Showing quasi-convexity

• \(g(\wh A, \wh C)\) is \(\tau\)-WQC over \[N_\tau(a) = \set{\wh a\in \R^n}{\forall |z|=1, \Re\pa{p_a}{p_{\wh a}}\ge \fc\tau2}.\]
  • Proof. Calculate \(h_{\wh s},h_{\wh p}\). Then compute \[ \an{h_{\wh a}, \wh a - a} + \an{h_{\wh C}, \wh C-C} = 2\Re \pa{p}{\wh p} |\wh G - G|^2.\] Use the Fourier expression for \(g\).
• \(g\) is \(\Om\pf{\tau_0\tau_1}{\tau_2}\)-WQC in \(B_\al \ot \R^n\) and \(O\pf{n^2}{\tau_1^4}\)-WS.
  • Proof. For \(\wh a, a\in B_\al\), show that \(\wh a\in N_\tau(a)\). Restricting \(C\) to be a sector means the angle between any 2 points in \(C\) is at most \(\pi - \Om(\tau_0)\) and the magnitude is at least \(\Om\pf{\tau_1}{\tau_2}\).
  • Smoothness (3.4). Use chain rule with \(p\) and CS.

Unbiased estimator

Let \(T_1=\fc T4\). Using loss function \[ \ell((x,y),\wh\Te) = \rc{T-T_1} \sum_{t>T_1} \ve{\wt y_t - y_t}^2, \] gradients wrt \(\wh a, \wh C, \wh D\) are almost (exponentially) unbiased.

Bounded variance

Omitted.

Extensions

Ex. when we can’t hope to properly recover: \(G(z) = G_1(z) \fc{z^n-r_1^n}{z^n-r_2^n}\) where \(r_1\approx r_2\approx 1\).

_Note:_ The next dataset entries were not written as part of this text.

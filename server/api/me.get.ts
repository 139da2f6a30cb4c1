import { defineApi } from '#server/utils/define-api'
import { presentMe } from '#server/presenters/me-presenter'

export default defineApi({ can: 'signed-in' }, ({ em, actor }) => presentMe(em, actor))
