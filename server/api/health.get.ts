import { validationSummary } from '#server/validation/validation-run'
import { defineApi } from '#server/utils/define-api'

export default defineApi({ can: 'public' }, async ({ em }) => {
  await em.execute('select 1')
  const { engine, methodRevision, state, cases, judged, failed } = validationSummary()
  return { ok: true, database: 'answers', engine, methodRevision, validation: { state, cases, judged, failed } }
})
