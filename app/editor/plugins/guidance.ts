import type { Node } from '@tiptap/pm/model'
import { Plugin, PluginKey } from '@tiptap/pm/state'
import { Decoration, DecorationSet } from '@tiptap/pm/view'
import { templateSection } from '#shared/note/template'

/** A written section that holds nothing but one empty paragraph. */
export function isUnwritten(section: Node): boolean {
  const only = section.childCount === 1 ? section.firstChild : null
  return only !== null && only.type.name === 'paragraph' && only.content.size === 0
}

const key = new PluginKey<DecorationSet>('guidance')

function guide(doc: Node): DecorationSet {
  const decorations: Decoration[] = []
  doc.forEach((section, pos) => {
    const template = templateSection(String(section.attrs.key))
    if (!template?.guidance || section.attrs.notApplicable !== null || !isUnwritten(section)) return
    decorations.push(Decoration.node(pos + 1, pos + 1 + (section.firstChild?.nodeSize ?? 0), { 'class': 'unwritten', 'data-guidance': template.guidance }))
  })
  return DecorationSet.create(doc, decorations)
}

/** What an empty section asks for. It is drawn, never stored, and goes with the first letter. */
export function guidance(): Plugin<DecorationSet> {
  return new Plugin<DecorationSet>({
    key,
    state: {
      init: (_config, state) => guide(state.doc),
      apply: (tr, shown) => (tr.docChanged ? guide(tr.doc) : shown),
    },
    props: { decorations: state => key.getState(state) },
  })
}
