import type { Node } from '@tiptap/pm/model'
import { Plugin, type EditorState, type Transaction } from '@tiptap/pm/state'
import { templateSection } from '#shared/note/template'

/** Whether the sections of two documents are the same ones in the same order, generated ones untouched. */
export function sameSections(before: Node, after: Node): boolean {
  if (before.childCount !== after.childCount) return false
  for (let i = 0; i < before.childCount; i++) {
    const was = before.child(i)
    const now = after.child(i)
    if (was === now) continue
    if (was.attrs.key !== now.attrs.key || was.attrs.id !== now.attrs.id) return false
    if (templateSection(String(was.attrs.key))?.generated && !was.eq(now)) return false
  }
  return true
}

/** Sections come from the template: an edit that would remove, join or move one does not happen. */
export function sectionGuard(): Plugin {
  return new Plugin({
    filterTransaction: (tr, state) => !tr.docChanged || sameSections(state.doc, tr.doc),
    props: {
      handleKeyDown(view, event) {
        if (event.key !== 'Backspace' && event.key !== 'Delete') return false
        const tr = deleteWithinSections(view.state)
        if (tr) view.dispatch(tr.scrollIntoView())
        return tr !== null
      },
      handleTextInput(view, _from, _to, text) {
        const tr = deleteWithinSections(view.state)
        if (tr) view.dispatch(tr.insertText(text).scrollIntoView())
        return tr !== null
      },
      handlePaste(view) {
        const tr = deleteWithinSections(view.state)
        if (tr) view.dispatch(tr)
        return false
      },
    },
  })
}

/** Deletes a selection that reaches over several sections, in each of them by itself. Null when it does not. */
export function deleteWithinSections(state: EditorState): Transaction | null {
  const { from, to, $from, $to } = state.selection
  if (from === to || $from.sharedDepth(to) > 0 || $from.index(0) === $to.index(0)) return null
  const tr = state.tr
  const ranges: [number, number][] = []
  state.doc.forEach((section, pos) => {
    if (templateSection(String(section.attrs.key))?.generated) return
    const start = Math.max(from, pos + 1)
    const end = Math.min(to, pos + section.nodeSize - 1)
    if (start < end) ranges.push([start, end])
  })
  for (const [start, end] of ranges.reverse()) tr.deleteRange(start, end)
  return tr
}
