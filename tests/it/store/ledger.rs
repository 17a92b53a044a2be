//! Golden vectors of the ledger, and a second, short implementation of it.

use std::fmt::Write;

use rusqlite::types::ValueRef;
use sha2::{Digest, Sha256};
use twoline::domain::screening_test::ScreeningTest;
use twoline::store::ledger::{self, Head, TxHeader, TxRows};
use twoline::store::row::TABLES;
use twoline::store::{Row, row};
use uuid::Uuid;

use super::support::*;

const ID: [u8; 16] = [0, 1, 2, 3, 4, 5, 6, 7, 8, 9, 10, 11, 12, 13, 14, 15];

fn row_hash(row: &row::Child) -> ledger::Hash {
    let mut bytes = Vec::new();
    ledger::begin_row(&mut bytes, "child", 1, &ID, &[0xA0; 16]);
    row.each(|cell| cell.write(&mut bytes));
    ledger::hash(&bytes)
}

/// The literals were computed by a few lines of Python (hashlib, struct) from the description in
/// `ledger`, not by this program.
#[test]
fn golden_vectors() {
    let mut bao = child("Q-1", "Trần", "Bảo");
    let first = row_hash(&bao);
    assert_eq!(
        ledger::hex(&first),
        "0c3f9b376e6a5ddd2795e2cd4d0ff92ba8d328f771ccfeed299f7cec8613a8b5"
    );
    bao.dob = None;
    bao.provisional = true;
    assert_eq!(
        ledger::hex(&row_hash(&bao)),
        "fdc24076183bb068e382b9245c167e153cbc732b00dbca9bdd87c7b1476fdff5"
    );

    let mut rows = TxRows::default();
    rows.add("child", &ID, &first);
    let mut header = TxHeader {
        chain: Uuid::from_bytes([0xC0; 16]),
        seq: 1,
        lamport: 1,
        recorded_at_ms: 1_792_000_000_000,
        offset_minutes: -300,
        screener: None,
        program_version: "0.1.0".to_owned(),
        prev: None,
    };
    let one = rows.tx_hash(&header);
    assert_eq!(
        ledger::hex(&one),
        "5d504072705145c8d598cda1ad03d6e98b47f43083b993faab60e447fbb91f6f"
    );
    header.seq = 2;
    header.lamport = 5;
    header.recorded_at_ms += 1;
    header.screener = Some(Uuid::from_bytes([0x5C; 16]));
    header.prev = Some(one.to_vec());
    let two = rows.tx_hash(&header);
    assert_eq!(
        ledger::hex(&two),
        "5ab711de5d757736242f820f06bc840b9bc151c680fdb0772c9df665699aff10"
    );
    let head = Head::of([(&header.chain, 2, &two[..])], 2);
    assert_eq!(
        head.whole(),
        "e4c5e2024e9c59c3db2a7c33d9e9493ad794cda289c425c8555619183a7db8c1"
    );
    assert_eq!(head.to_string(), "e4c5e2024e9c59c3 (2 entries)");
}

fn put(out: &mut Vec<u8>, value: ValueRef<'_>) {
    let (tag, bytes) = match value {
        ValueRef::Null => return out.push(0),
        ValueRef::Integer(n) => {
            out.push(1);
            return out.extend(n.to_be_bytes());
        }
        ValueRef::Text(b) => (3, b),
        ValueRef::Blob(b) => (4, b),
        ValueRef::Real(_) => unreachable!(),
    };
    out.push(tag);
    out.extend((bytes.len() as u32).to_be_bytes());
    out.extend(bytes);
}

/// Recomputes every transaction and the head of a filled store from its bare tables.
#[test]
fn a_second_implementation_agrees() {
    let (_temp, mut store) = fresh();
    fill(&mut store);
    let conn = raw(store.dir());
    let mut prev: Option<Vec<u8>> = None;
    let mut last = (0, Vec::new(), Vec::new());
    let mut entries = 0;
    let mut statement = conn.prepare("SELECT * FROM tx ORDER BY tx").unwrap();
    let mut txs = statement.query([]).unwrap();
    while let Some(tx) = txs.next().unwrap() {
        let number: i64 = tx.get("tx").unwrap();
        let mut found: Vec<(i64, Vec<u8>)> = Vec::new();
        for table in TABLES {
            let sql = format!(
                "SELECT ord, id, v, salt, {} FROM {} WHERE tx = {number}",
                table.columns.join(", "),
                table.name
            );
            let mut statement = conn.prepare(&sql).unwrap();
            let mut rows = statement.query([]).unwrap();
            while let Some(row) = rows.next().unwrap() {
                let mut bytes = b"twoline-row\0".to_vec();
                put(&mut bytes, ValueRef::Text(table.name.as_bytes()));
                put(&mut bytes, row.get_ref("v").unwrap());
                put(&mut bytes, row.get_ref("id").unwrap());
                put(&mut bytes, row.get_ref("salt").unwrap());
                for column in table.columns {
                    put(&mut bytes, row.get_ref(*column).unwrap());
                }
                let mut line = Vec::new();
                put(&mut line, ValueRef::Text(table.name.as_bytes()));
                put(&mut line, row.get_ref("id").unwrap());
                put(&mut line, ValueRef::Blob(&Sha256::digest(&bytes)));
                found.push((row.get("ord").unwrap(), line));
            }
        }
        found.sort();
        entries += found.len() as u64;
        let mut bytes = b"twoline-tx\0".to_vec();
        for column in [
            "chain",
            "seq",
            "lamport",
            "recorded_at_ms",
            "offset_minutes",
            "screener",
            "program_version",
        ] {
            put(&mut bytes, tx.get_ref(column).unwrap());
        }
        put(
            &mut bytes,
            prev.as_deref().map_or(ValueRef::Null, ValueRef::Blob),
        );
        put(&mut bytes, ValueRef::Integer(found.len() as i64));
        for (_, line) in found {
            bytes.extend(line);
        }
        let hash = Sha256::digest(&bytes).to_vec();
        assert_eq!(
            tx.get::<_, Vec<u8>>("tx_hash").unwrap(),
            hash,
            "transaction {number}"
        );
        last = (
            tx.get("seq").unwrap(),
            tx.get("chain").unwrap(),
            hash.clone(),
        );
        prev = Some(hash);
    }
    let mut bytes = Vec::new();
    put(&mut bytes, ValueRef::Blob(&last.1));
    put(&mut bytes, ValueRef::Integer(last.0));
    put(&mut bytes, ValueRef::Blob(&last.2));
    let head = store.head().unwrap();
    assert_eq!(head.hash.to_vec(), Sha256::digest(&bytes).to_vec());
    assert_eq!(head.entries, entries);
    assert!(last.0 > 4);
}

/// Returns the fields of each row version up to `newest` of the tables for which `wanted` holds.
fn fields(newest: usize, wanted: impl Fn(&str) -> bool) -> String {
    let mut text = String::new();
    for t in TABLES.iter().filter(|t| wanted(t.name)) {
        for (version, count) in (1..=newest).zip(t.versions) {
            let fields = t.columns[..*count].join(" ");
            writeln!(text, "{} {version}: {fields}", t.name).unwrap();
        }
    }
    text
}

/// A field may be added at the end, with a new version; nothing else may ever change.
#[test]
fn field_order_is_frozen() {
    let schema_1 = fields(1, |table| {
        ![
            "school_calendar",
            "same_child",
            "referral",
            "step",
            "exam_report",
            "exam_value",
            "disclosure",
        ]
        .contains(&table)
    });
    assert_eq!(
        ledger::hex(&ledger::hash(schema_1.as_bytes())),
        "deb9a6ebfb49b103082a99f2fcbf76a8a969c8792279825dfc10a161827bbe34",
        "the fields of an entry of schema version 1 changed:\n{schema_1}"
    );
    let all = fields(usize::MAX, |_| true);
    assert_eq!(
        ledger::hex(&ledger::hash(all.as_bytes())),
        "d57b6e31d8fe8e6707ca25b1f4d2b40ca84f6cc173cd442c53ddef8078a8d6b4",
        "the fields of an entry changed:\n{all}"
    );
}

fn hashed(row: &impl Row, version: i64) -> String {
    let mut bytes = Vec::new();
    let table = table_of(row);
    ledger::begin_row(&mut bytes, table.name, version, &ID, &[0xA0; 16]);
    let mut left = table.versions[version as usize - 1];
    row.each(|cell| {
        if left > 0 {
            cell.write(&mut bytes);
            left -= 1;
        }
    });
    ledger::hex(&ledger::hash(&bytes))
}

fn table_of<R: Row>(_: &R) -> &'static row::Table {
    R::TABLE
}

/// Schema version 2: a station row of version 1 keeps its hash, one of version 2 has two fields more.
/// The literals come from the same lines of Python as those above.
#[test]
fn golden_vectors_of_schema_2() {
    let mut station = row::Station {
        id: Uuid::from_bytes(ID),
        station_id: Uuid::from_bytes([0x57; 16]),
        name: "east".to_owned(),
        chart_id: None,
        task: None,
        masked: None,
    };
    assert_eq!(
        hashed(&station, 1),
        "44fc9348272c47560aef8b7de44113899d4ae8f6d02f3f1b700912af3e4d5816"
    );
    assert_eq!(
        hashed(&station, 2),
        "28122910458a60b943a5c2822dacd5e20726179d1b7b5f8d3cfece1a921c0a78"
    );
    station.task = Some(ScreeningTest::Distance);
    station.masked = Some(true);
    assert_eq!(
        hashed(&station, 2),
        "970d55a0128c443c5f18e288f9730972a64ec65d7c228bc19863ba7400725867"
    );
    let calendar = row::Calendar {
        id: Uuid::from_bytes(ID),
        site: "QE".to_owned(),
        days_held: "mon,tue,wed,thu,fri".to_owned(),
        holidays: "2026-11-26..2026-11-27;2026-12-25".to_owned(),
    };
    assert_eq!(
        hashed(&calendar, 1),
        "142753999f92bda4fa44e29b0ce0562119aae7be7a28b9caee2537f91cc824ee"
    );
    let same = row::SameChild {
        id: Uuid::from_bytes(ID),
        a: "Q-1".to_owned(),
        b: "P-7".to_owned(),
    };
    assert_eq!(
        hashed(&same, 1),
        "f32f96938127c0c4943eb06b217ddeffb1c51bc577fb9e791266add75a6f32fe"
    );
}

/// Schema version 4, from the same lines of Python.
#[test]
fn golden_vectors_of_schema_4() {
    let rows =
        super::support::follow_up(Uuid::from_bytes([0x52; 16]), Uuid::from_bytes([0x54; 16]));
    let hashes = [
        hashed(&rows.referral, 1),
        hashed(&rows.step, 1),
        hashed(&rows.report, 1),
        hashed(&rows.value, 1),
        hashed(&rows.disclosure, 1),
    ];
    assert_eq!(
        hashes,
        [
            "416faf591f57096ba48a16dfd3261f5c8d691249b10ea959b32833a45997d175",
            "e05dcdbb774017ffc44b2180e6b0eea2de69e3fecdbb523c684e75f8da607a25",
            "4196c06c103cee51373c4f06b455549194099c172410c18827d645237d782245",
            "d6deb09eba3c380923da3123bcdd97cfeee3ac5b8dc89062f19beb641d1ea057",
            "db49bd78e2206a76d15a4ae524dbd92d16bfbeb579ec607766780c46069d8be1",
        ]
    );
}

They are exponentially close but the characteristic polys are very different.

Approximation: Prove that the inverse of a poly can be easily approximated (cf. proof for conjugate gradients, Chebyshev approx).

Using the approximation result, get \(\ab{\fc{pu}{z^{n+d}} - 1} <0.5\), so \(\fc{pu}{z^{n+d}}\in C\) for appropriate \(\tau_i\).